The key components of a reimagined, redesigned “compact” SSN include four major changes from existing SSN designs. Namely, it can refocus the SSN and its systems on its original roles of anti-shipping and ISR, eliminating the vertical launch tubes and enhancing the horizontal launch tube systems. It can re-engineer the nuclear power plants to result in power plants that are safer, simpler, more compact, and cheaper to build and operate. It can also re-engineer the rest of the SSN systems to increase automation, optimize crew work processes, and to reduce the total required ship’s complement. Finally, it can modernize and revise the SSN’s weapons system to provide a wider range of weapons capability and increase the number of warshots deployable in a compact hull form

The net result of the proposed changes should be a more effective, more capable, yet smaller and cheaper SSN that the U.S. Navy can afford to build and operate in numbers sufficient to meet existing and growing near-peer naval challenges of the mid-21st century. Such a submarine would be expected to displace well under 5,000 tons.

In recognition that major ship class redesigns with “great leap forward” technology improvements carry additional development risk and incur longer development timeframes, it is good practice for the Navy to pursue these advances in a relatively small block build or in technology insertion increments (as used on the Virginia-class boats).

The proposed Next Gen “New SSN” class should consist of the following minimum of two blocks.

Block I

Set an overall objective for Block I to build a new SSN of not more than 4,500 tons, but less if feasible, and a crew size of not more than 70 officers and sailors, and less if achievable. The design should strive to reduce the volume of operations spaces, engineering spaces, crews’ quarters, storage, and support spaces accordingly. Total construction cost should aim for significantly less than $2 billion each in 2019 dollars. 

The ship should include a new secondary propulsion plant system utilizing hybrid drive – i.e., eliminating the main propulsion turbines and reduction gears, and utilizing only two relatively large turbo-generators with electric drive, as used on the Colombia SSBN class design. This design provides a significant noise reduction and propulsion plant size reduction. It can also consider using a shrouded propulsor with built-in electric motor external to the pressure hull. The new design can include a new reactor plant with next-gen automation and design simplification, as a scaled-down version of the USS Gerald R. Ford A1B plant design.Consider, and develop as available, alternatives to conventional lead acid battery banks for emergency power generation, including use of next-gen hydrogen fuel cells and/or advanced battery technology to increase power availability in event of a prolonged reactor shutdown, and/or to provide enhanced quiet operations for limited periods of time.
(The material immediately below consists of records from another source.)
"""Feed and brine of a still: water to carry in, brine to flush out, salt left over.

Whatever salt comes in with the feed leaves with the brine, since distillate carries none. With the draw-off factor
CF = salinity of the brine that leaves / salinity of the feed, the balance of water and salt by mass is

    feed = distillate x CF / (CF - 1),    brine = distillate / (CF - 1),    flushed share of the feed = 1 / CF.

Litres follow from the masses by density. How salty the basin is meanwhile depends on how it is flushed: fed and
drawn off all the time, the basin is as salty as what leaves; filled, left to dry down and emptied, it begins as feed
and ends as CF, and its mean is lower.
"""

from __future__ import annotations

from dataclasses import dataclass
from typing import Literal

import numpy as np
from numpy.typing import ArrayLike, NDArray

from stillfield.decisions.cost import MONTH_DAYS
from stillfield.errors import StillfieldError

Array = NDArray[np.float64]
Flushing = Literal["continuous", "batch"]

#: Sodium chloride in a saturated solution at 25 degC, by mass: 36.0 g per 100 g of water (CRC Handbook of Chemistry
#: and Physics, quoted from memory) are 26.5 %; `physics.brine` has 264 as well. It changes by 0.3 % from 20 to
#: 40 degC (table of the Salt Institute: 26.45 % at 21.1 degC, 26.68 % at 37.8 degC). [g kg-1]
SATURATION_G_KG = 264.0
#: Density of sodium chloride solutions at 20 degC: percent by mass, kg m-3. Source: Poradnik fizykochemiczny, WNT,
#: Warszawa 1974; water and saturation completed at either end.
_PERCENT = (0.0, 1.0, 2.0, 4.0, 6.0, 8.0, 10.0, 12.0, 14.0, 16.0, 18.0, 20.0, 22.0, 24.0, 26.0, 26.4)
_DENSITY = (998.2, 1005.3, 1012.2, 1026.8, 1041.3, 1055.9, 1070.7, 1085.7, 1100.9, 1116.2, 1131.9, 1147.8, 1164.0,
            1180.4, 1197.2, 1200.6)  # fmt: skip


@dataclass(frozen=True)
class FeedAndBrine:
    """Water and salt that go with some distillate: of the same time, area and shape as the distillate.

    Attributes
    ----------
    feed_litres : ndarray
        Feed to bring. [L]
    brine_litres : ndarray
        Brine to get rid of, without crystals. [L]
    flushed_share : ndarray
        Share of the feed, by mass, that leaves as brine. [1]
    brine_salinity_g_kg : ndarray or None
        Salinity the brine would have if all salt stayed dissolved. [g kg-1]
    salt_kg : ndarray or None
        Salt left over, dissolved and as crystals. [kg]
    crystals_kg : ndarray or None
        Of it, what cannot stay dissolved and is left in the basin. [kg]
    saturated : ndarray of bool or None
        Whether the brine passes the saturation of sodium chloride.

    The last four are None where the salinity of the feed is not given; in an array of salinities NaN means the same
    for one place, `saturated` is then False.
    """

    feed_litres: Array
    brine_litres: Array
    flushed_share: Array
    brine_salinity_g_kg: Array | None
    salt_kg: Array | None
    crystals_kg: Array | None
    saturated: NDArray[np.bool_] | None


def feed_and_brine(
    distillate_litres: ArrayLike, concentration_factor: ArrayLike, feed_salinity_g_kg: ArrayLike | None = None
) -> FeedAndBrine:
    """Feed, brine and salt for some distillate.

    Feed of unknown salinity is taken as fresh for its litres; sea water needs 2.5 % fewer.

    Parameters
    ----------
    distillate_litres : float or ndarray
        Distillate of a day, month or year, per square metre or of a whole village. [L]
    concentration_factor : float or ndarray
        Salinity of the brine that leaves over that of the feed, above 1. [1]
    feed_salinity_g_kg : float or ndarray, optional
        Salt in the feed. [g kg-1]

    Returns
    -------
    FeedAndBrine

    Raises
    ------
    StillfieldError
        When a factor is not above 1 (no feed would be enough) or a salinity is impossible.

    Examples
    --------
    >>> month = feed_and_brine(100.0, 2.0, 35.0)
    >>> round(float(month.feed_litres), 1), round(float(month.brine_litres), 1), round(float(month.salt_kg), 2)
    (195.1, 95.2, 6.99)
    >>> round(float(feed_and_brine(100.0, 2.0).feed_litres), 1), feed_and_brine(100.0, 2.0).salt_kg
    (200.0, None)
    """
    factor = _checked_factor(concentration_factor)
    salinity = _checked_salinity(np.nan if feed_salinity_g_kg is None else feed_salinity_g_kg)
    water_kg = np.asarray(distillate_litres, np.float64) * _DENSITY[0] / 1000.0
    brine_kg = water_kg / (factor - 1.0)
    feed_kg = brine_kg * factor
    known = np.where(np.isnan(salinity), 0.0, salinity)
    feed_litres = feed_kg / solution_density(known) * 1000.0
    salt_kg = feed_kg * known / 1000.0
    dissolvable_kg = np.maximum(brine_kg - salt_kg, 0.0) * SATURATION_G_KG / (1000.0 - SATURATION_G_KG)
    crystals_kg = np.maximum(salt_kg - dissolvable_kg, 0.0)
    liquor_kg = np.maximum(brine_kg - crystals_kg, 0.0)
    brine_litres = liquor_kg / solution_density(known * factor) * 1000.0
    share = np.broadcast_to(1.0 / factor, feed_kg.shape)
    if feed_salinity_g_kg is None:
        return FeedAndBrine(feed_litres, brine_litres, share, None, None, None, None)
    unknown = np.broadcast_to(np.isnan(salinity), feed_kg.shape)
    return FeedAndBrine(
        feed_litres, brine_litres, share, np.broadcast_to(salinity * factor, feed_kg.shape),
        np.where(unknown, np.nan, salt_kg), np.where(unknown, np.nan, crystals_kg),
        np.broadcast_to(salinity * factor > SATURATION_G_KG, feed_kg.shape),
    )


def per_day(monthly: ArrayLike) -> Array:
    """Mean of a day from totals of the twelve months.

    Parameters
    ----------
    monthly : ndarray, (12, ...)
        Totals of the months, January first: litres of feed, kilograms of salt, watt-hours.

    Returns
    -------
    ndarray, (12, ...)
        The same per day of each month.

    Examples
    --------
    >>> per_day([31.0, 56.0] + [0.0] * 10)[:2]
    array([1., 2.])
    """
    totals = np.asarray(monthly, np.float64)
    if totals.ndim == 0 or totals.shape[0] != len(MONTH_DAYS):
        raise StillfieldError("months should stand first", got=f"shape {totals.shape}", wanted="(12, ...)")
    days: Array = np.asarray(MONTH_DAYS, np.float64).reshape(-1, *[1] * (totals.ndim - 1))
    return totals / days


def mean_basin_factor(draw_off_factor: ArrayLike, flushing: Flushing = "continuous") -> Array:
    """Mean basin concentration over feed concentration.

    continuous: the draw-off factor itself. batch: water leaves at an even rate while the salt stays, so that the
    concentration is 1/(1 - x) at the share x evaporated, and its mean up to the end is CF ln CF / (CF - 1).

    Parameters
    ----------
    draw_off_factor : float or ndarray
        Salinity of the brine that leaves over that of the feed, above 1. [1]
    flushing : {'continuous', 'batch'}
        How the basin is flushed.

    Returns
    -------
    ndarray, shape of `draw_off_factor`
        [1]

    Raises
    ------
    StillfieldError
        When a factor is not above 1.

    Examples
    --------
    >>> float(mean_basin_factor(2.0)), round(float(mean_basin_factor(2.0, "batch")), 3)
    (2.0, 1.386)
    """
    factor = _checked_factor(draw_off_factor)
    return factor if flushing == "continuous" else factor * np.log(factor) / (factor - 1.0)


def draw_off_factor(mean_factor: ArrayLike, flushing: Flushing = "continuous") -> Array:
    """Draw-off factor that gives a mean basin concentration, such as a still's `concentration_factor`.

    batch: the inverse of CF ln CF / (CF - 1) = m, which is CF = -m / W(-m exp(-m)) with Lambert's W.

    Parameters
    ----------
    mean_factor : float or ndarray
        Mean basin concentration over feed concentration, above 1. [1]
    flushing : {'continuous', 'batch'}
        How the basin is flushed.

    Returns
    -------
    ndarray, shape of `mean_factor`
        [1]

    Raises
    ------
    StillfieldError
        When a factor is not above 1.

    Examples
    --------
    >>> round(float(draw_off_factor(1.5, "batch")), 3)
    2.397
    """
    mean = _checked_factor(mean_factor)
    if flushing == "continuous":
        return mean
    from scipy.special import lambertw

    branch = lambertw(np.asarray(-mean * np.exp(-mean), np.complex128), np.zeros(mean.shape, np.int64))
    return np.asarray(-mean / branch.real, np.float64)


def brine_warnings(
    feed_salinity_g_kg: ArrayLike | None,
    concentration_factor: float,
    *,
    basin_salinity_g_kg: float,
    flushing: Flushing = "continuous",
    tolerance_g_kg: float = 10.0,
) -> tuple[str, ...]:
    """Sentences about brine that is too salty, or not the brine whose litres were worked out.

    Parameters
    ----------
    feed_salinity_g_kg : float or ndarray, optional
        Salt in the feed, of one or several places; NaN where it is not known. [g kg-1]
    concentration_factor : float
        Draw-off factor, above 1. [1]
    basin_salinity_g_kg : float
        Salinity for which the yield was worked out (`Still.basin_salinity_g_kg`). [g kg-1]
    flushing : {'continuous', 'batch'}
        How the basin is flushed.
    tolerance_g_kg : float
        Difference that is not worth a word: 10 g/kg lower the vapour pressure by 0.5 % and the yield by
        0.5 to 1 %. [g kg-1]

    Returns
    -------
    tuple of str
        One sentence for each kind of fault; none when all is well or no salinity is known.

    Examples
    --------
    >>> brine_warnings(35.0, 1.5, basin_salinity_g_kg=52.5)
    ()
    >>> print(*brine_warnings(100.0, 3.0, basin_salinity_g_kg=290.0), sep="; ")
    Brine of up to 300 g/kg passes the saturation of salt (264 g/kg): salt will settle in the basin; flush it to a \
factor of at most 2.6
    """
    salinity = _checked_salinity(np.nan if feed_salinity_g_kg is None else feed_salinity_g_kg)
    known = np.atleast_1d(salinity)[~np.isnan(np.atleast_1d(salinity))]
    if known.size == 0:
        return ()
    said = []
    saltiest = float(known.max())
    if saltiest * float(_checked_factor(concentration_factor)) > SATURATION_G_KG:
        room = np.floor(10.0 * SATURATION_G_KG / saltiest) / 10.0
        cure = f"flush it to a factor of at most {room:g}" if room > 1.0 else "such feed is no use in a still"
        said.append(
            f"Brine of up to {saltiest * concentration_factor:.0f} g/kg passes the saturation of salt "
            f"({SATURATION_G_KG:.0f} g/kg): salt will settle in the basin; {cure}"
        )
    basin = known * float(mean_basin_factor(concentration_factor, flushing))
    off = basin - basin_salinity_g_kg
    if np.abs(off).max() > tolerance_g_kg:
        worst = float(basin[np.abs(off).argmax()])
        said.append(
            f"The litres hold for a basin of {basin_salinity_g_kg:.0f} g/kg, but this feed and flushing give "
            f"{worst:.0f} g/kg: {'saltier, so fewer litres' if worst > basin_salinity_g_kg else 'fresher, so more'}"
        )
    return tuple(said)


def solution_density(salinity_g_kg: ArrayLike) -> Array:
    """Density of a solution of sodium chloride at 20 degC; sea salt is within 0.5 % of it.

    Valid from 0 to saturation; saltier mixtures are taken as saturated liquor. Source: Poradnik fizykochemiczny,
    WNT, Warszawa 1974, table of sodium chloride solutions.

    Parameters
    ----------
    salinity_g_kg : float or ndarray
        [g kg-1]

    Returns
    -------
    ndarray, shape of `salinity_g_kg`
        [kg m-3]

    Examples
    --------
    >>> round(float(solution_density(200.0)), 1)
    1147.8
    """
    return np.asarray(np.interp(np.asarray(salinity_g_kg, np.float64) / 10.0, _PERCENT, _DENSITY), np.float64)


def _checked_factor(factor: ArrayLike) -> Array:
    values = np.asarray(factor, np.float64)
    if not bool(np.all((values > 1.0) & np.isfinite(values))):
        raise StillfieldError(
            "a concentration factor of 1 or less would need endless feed",
            got=f"{np.atleast_1d(values).min():g}", wanted="above 1",
            cure="1.5 to 2 is usual for sea water.",
        )
    return values


def _checked_salinity(salinity: ArrayLike) -> Array:
    values = np.asarray(salinity, np.float64)
    if bool(np.any((values < 0.0) | (values > SATURATION_G_KG))):
        raise StillfieldError(
            "salinity of the feed is impossible", got=f"{np.nanmin(values):g} to {np.nanmax(values):g} g/kg",
            wanted=f"0 to {SATURATION_G_KG:g} g/kg",
        )
    return values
The new design should retain the standard 21-inch torpedo tubes for use with heavyweight torpedoes (Mk 48 ADCAP) and submarine launched cruise missiles (i.e., Maritime Tomahawk ASCMs, Naval Strike Missiles, etc.) relevant to surface ship attack. It should also add new 13-inch torpedo tubes to deploy Mk 46/54 lightweight torpedoes relevant to ASW. This will result in an overall increase in the number of warshots that a submarine can carry per unit hull volume. The design should also include next generation torpedo defenses including both towed passive softkill systems and hardkill kinetic weapons with respective launch tubes, as already in use on surface combatants.
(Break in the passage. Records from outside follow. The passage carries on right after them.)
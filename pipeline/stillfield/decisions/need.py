"""Need: litres per person and day, through the year, for households and villages."""

from __future__ import annotations

from collections.abc import Sequence
from dataclasses import dataclass
from math import isfinite

import numpy as np
from numpy.typing import ArrayLike, NDArray

from stillfield.errors import DecisionError

Array = NDArray[np.float64]

MONTHS = 12
#: Days of the months of a mean year; every fourth year is taken as a leap year. [d]
DAYS_OF_MONTHS = (31.0, 28.25, 31.0, 30.0, 31.0, 30.0, 31.0, 31.0, 30.0, 31.0, 30.0, 31.0)
#: People of a household where the run file says nothing: common practice, no source.
PEOPLE_PER_HOUSEHOLD = 5.0

_SPHERE = "Sphere Handbook 2018, water supply standard on access and quantity, table of basic survival needs"


@dataclass(frozen=True)
class NeedFigure:
    """A published amount of water for a person and day.

    Attributes
    ----------
    name : str
        Name in a run file.
    low, high : float
        Ends of the published range. [L]
    covers : str
        What the water is for.
    source : str
        Where it is printed, and how it was taken from there.
    """

    name: str
    low: float
    high: float
    covers: str
    source: str

    @property
    def litres_per_person_day(self) -> float:
        """What the name stands for: the upper end, since the lower leaves out whoever works or falls ill, [L]."""
        return self.high


def _figures(*figures: NeedFigure) -> dict[str, NeedFigure]:
    return {figure.name: figure for figure in figures}


#: Published figures by name. The parts of the Sphere table add up to its total.
FIGURES = _figures(
    NeedFigure("drinking", 2.5, 3.0, "survival: drinking and the water in food", f"{_SPHERE}; quoted from memory"),
    NeedFigure("cooking", 3.0, 6.0, "basic cooking", f"{_SPHERE}; quoted from memory"),
    NeedFigure("hygiene", 2.0, 6.0, "basic hygiene", f"{_SPHERE}; quoted from memory"),
    NeedFigure("drinking-and-cooking", 5.5, 9.0, "survival and basic cooking",
               f"sum of two lines of: {_SPHERE}; quoted from memory"),
    NeedFigure("basic", 7.5, 15.0, "survival, basic cooking and basic hygiene", f"{_SPHERE}; quoted from memory"),
    NeedFigure("hot-labour", 4.5, 4.5, "drinking of an adult at manual labour in high temperatures",
               "Howard & Bartram 2003, WHO/SDE/WSH/03.02, volumes required for hydration; quoted from memory"),
)
DEFAULT_FIGURE = "drinking"


@dataclass(frozen=True)
class Need:
    """What a person needs through the year, and how much of it the stills are to meet.

    Attributes
    ----------
    litres_per_person_day : float
        Before factors and share. [L]
    figure : str
        Name of the published figure, or ``stated`` for a number of the user's own.
    month_factors : tuple of 12 floats
        Need of each month as a multiple of `litres_per_person_day`, January first. [1]
    people_per_household : float
        [person]
    share : float
        Share of the need that the stills are to meet, in (0, 1]. [1]
    """

    litres_per_person_day: float
    figure: str
    month_factors: tuple[float, ...]
    people_per_household: float
    share: float

    @property
    def mean_factor(self) -> float:
        """Mean of the factors over the days of the year; 1.08 means 8 % more than the figure through the year."""
        return float(np.average(self.month_factors, weights=DAYS_OF_MONTHS))


def need_of(
    figure: str | float = DEFAULT_FIGURE,
    *,
    month_factors: Sequence[float] | None = None,
    people_per_household: float = PEOPLE_PER_HOUSEHOLD,
    share: float = 1.0,
) -> Need:
    """Need from a published figure or a number.

    The factors are taken as they stand, not scaled to a mean of 1: 1.3 in July means 30 % more in July than the
    figure says, and a published minimum stays a minimum in the other months. `Need.mean_factor` tells what they
    do to the year; `factors_of_mean_one` scales them where the figure is meant as a mean of the year.

    Parameters
    ----------
    figure : str or float
        A name of `FIGURES`, or litres per person and day. [L]
    month_factors : sequence of 12 floats, optional
        January first, not negative, not all 0; left out means 1 in every month. [1]
    people_per_household : float
        [person]
    share : float
        Share of the need to be met, in (0, 1]. [1]

    Returns
    -------
    Need

    Raises
    ------
    DecisionError
        For an unknown name or a number that cannot be.

    Examples
    --------
    >>> need_of().litres_per_person_day
    3.0
    >>> need_of(4, share=0.5).figure
    'stated'
    """
    if isinstance(figure, str):
        if figure not in FIGURES:
            raise DecisionError(
                "no such figure of need", where="need", got=figure, wanted=", ".join(FIGURES),
                cure="Give one of these names, or litres per person and day.",
            )
        litres, name = FIGURES[figure].litres_per_person_day, figure
    else:
        litres, name = float(figure), "stated"
    _positive("litres per person and day", litres)
    _positive("people per household", people_per_household)
    if not 0.0 < share <= 1.0:
        raise DecisionError("share of the need to be met is no share", where="need", got=share, wanted="above 0, to 1")
    return Need(litres, name, _factors(month_factors), float(people_per_household), float(share))


def _positive(what: str, value: float) -> None:
    if not (isfinite(value) and value > 0.0):
        raise DecisionError(f"{what} cannot be", where="need", got=value, wanted="a number above 0")


def _factors(month_factors: Sequence[float] | None) -> tuple[float, ...]:
    factors = (1.0,) * MONTHS if month_factors is None else tuple(float(factor) for factor in month_factors)
    usable = all(isfinite(factor) and factor >= 0.0 for factor in factors) and any(factors)
    if len(factors) != MONTHS or not usable:
        raise DecisionError(
            "seasonal profile of the need is unusable", where="need", got=list(factors),
            wanted="12 factors, January first, none negative, not all 0",
        )
    return factors


def factors_of_mean_one(month_factors: Sequence[float]) -> tuple[float, ...]:
    """Scale a seasonal profile so that its mean over the days of a year is 1.

    Parameters
    ----------
    month_factors : sequence of 12 floats
        January first. [1]

    Returns
    -------
    tuple of 12 floats
        [1]

    Raises
    ------
    DecisionError
        If the profile is unusable.

    Examples
    --------
    >>> factors_of_mean_one([2.0] * 12) == (1.0,) * 12
    True
    """
    factors = _factors(month_factors)
    mean = float(np.average(factors, weights=DAYS_OF_MONTHS))
    return tuple(factor / mean for factor in factors)


def daily_need(need: Need, people: ArrayLike) -> Array:
    """Litres to be supplied on a day of each month.

    Parameters
    ----------
    need : Need
        From `need_of`.
    people : float or array_like, shape (...)
        NaN where unknown. `need.people_per_household` gives the need of a household. [person]

    Returns
    -------
    ndarray, shape (12, ...)
        NaN where `people` is. [L d-1]

    Raises
    ------
    DecisionError
        If a number of people is negative or infinite.

    Examples
    --------
    Drinking water of 120 people:

    >>> float(daily_need(need_of("drinking"), 120)[0])
    360.0
    """
    heads = np.asarray(people, dtype=np.float64)
    if (heads < 0.0).any() or np.isinf(heads).any():
        raise DecisionError("number of people cannot be", where="need", got=float(np.nanmin(heads)), wanted="0 or more")
    months = np.asarray(need.month_factors).reshape(MONTHS, *(1,) * heads.ndim)
    return np.asarray(need.litres_per_person_day * need.share * months * heads)


def monthly_need(need: Need, people: ArrayLike) -> Array:
    """Litres to be supplied in each month of a mean year.

    Parameters
    ----------
    need, people
        As for `daily_need`.

    Returns
    -------
    ndarray, shape (12, ...)
        Their sum over the months is the need of a mean year of 365.25 days. [L month-1]

    Examples
    --------
    >>> float(monthly_need(need_of(1.0), 1.0).sum())
    365.25
    """
    daily = daily_need(need, people)
    return np.asarray(daily * np.asarray(DAYS_OF_MONTHS).reshape(MONTHS, *(1,) * (daily.ndim - 1)))


def need_of_days(need: Need, people: ArrayLike, month_of_day: ArrayLike) -> Array:
    """Litres to be supplied on every day of a record.

    Parameters
    ----------
    need, people
        As for `daily_need`.
    month_of_day : array_like of int, shape (day,)
        Calendar month of every day, 1 to 12.

    Returns
    -------
    ndarray, shape (day, ...)
        [L d-1]

    Examples
    --------
    >>> summer = need_of(3.0, month_factors=[1, 1, 1, 1, 1, 2, 2, 2, 1, 1, 1, 1])
    >>> need_of_days(summer, 1.0, [5, 6]).tolist()
    [3.0, 6.0]
    """
    month = np.asarray(month_of_day, dtype=np.int64)
    if ((month < 1) | (month > MONTHS)).any():
        raise DecisionError("a month of the record cannot be", where="need", wanted="1 to 12")
    return np.asarray(daily_need(need, people)[month - 1])


def households(need: Need, people: ArrayLike) -> Array:
    """Whole households of a place, the last one counted though it be smaller.

    Parameters
    ----------
    need : Need
        Gives the people per household.
    people : float or array_like
        NaN where unknown. [person]

    Returns
    -------
    ndarray, shape of `people`
        [household]

    Examples
    --------
    >>> float(households(need_of(people_per_household=5), 121))
    25.0
    """
    # A billionth of a household is rounding of the division, not one household more.
    return np.asarray(np.ceil(np.asarray(people, dtype=np.float64) / need.people_per_household - 1e-9))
Eliminate the vertical launch tubes. For those who say the Navy still cannot afford to give up the deep strike land attack mission (because of now-obsolete fears of naval irrelevance in 21st century warfare), we still have all of the existing Virginia-class boats that already have been delivered, and those that have already been ordered, including those Block 5s with VPM – which still provide a robust deep strike land attack capability in the SSN fleet today and for the next 40 years. If it is really thought necessary that the Navy provide the deep strike land attack capability from submarines, then build new SSGNs to provide that capability starting in the early 2030s as the existing SSGNs retire– that mission, however, does not require SSNs as platforms. If there is any resulting temporary “gap” in needed launchers it may be filled with surface warships and aircraft.

To be ready for unmanned systems and networked warfighting capabilities the new design should account for modularity and open architecture in submarine system interfaces (communications and combat data management systems) to enable effective networking with off-ship platforms including unmanned undersea vessels (UUV), unmanned surface vessels (USV), and aircraft, both manned and unmanned. Submarine systems must be interoperable within the evolving architecture of Naval Integrated Fire Control – Counter Air (NIFC-CA) and Cooperative Engagement Capability (CEC), and be flexible within the Navy’s Distributed Maritime Operations (DMO) doctrine.

Block 2 – Next-Gen Reactor Plant Technology Insertion

While developing and building the Block 1 new SSN, the Navy can launch a new reactor design program to adapt a generation four reactor plant to provide numerous advantages for naval submarine power over current technology pressurized water reactor (PWR) plants. Perhaps the most likely candidate is a molten salt reactor (MSR)2, which is part of the current crop of commercial generation four reactor plants already under development in the U.S. and elsewhere including the People’s Republic of China. Liquid MSR technology, in experimental reactor use since the 1960s, has several advantages over PWR plants. The reactor does not have a solid “core” that requires replacement in order to refuel the reactor, and the reactor can be refueled at will during regular maintenance availabilities. It also does not require cutting open the pressure hull or making other intrusive openings to the plant to “gas up.”  This design still delivers extremely long endurance between refueling operations, and results in a significant reduction in hull lifetime operating cost. It also provides extended hull operating lifetime without enlarging the hull to accommodate a larger reactor plant needed to yield a life-of-ship reactor.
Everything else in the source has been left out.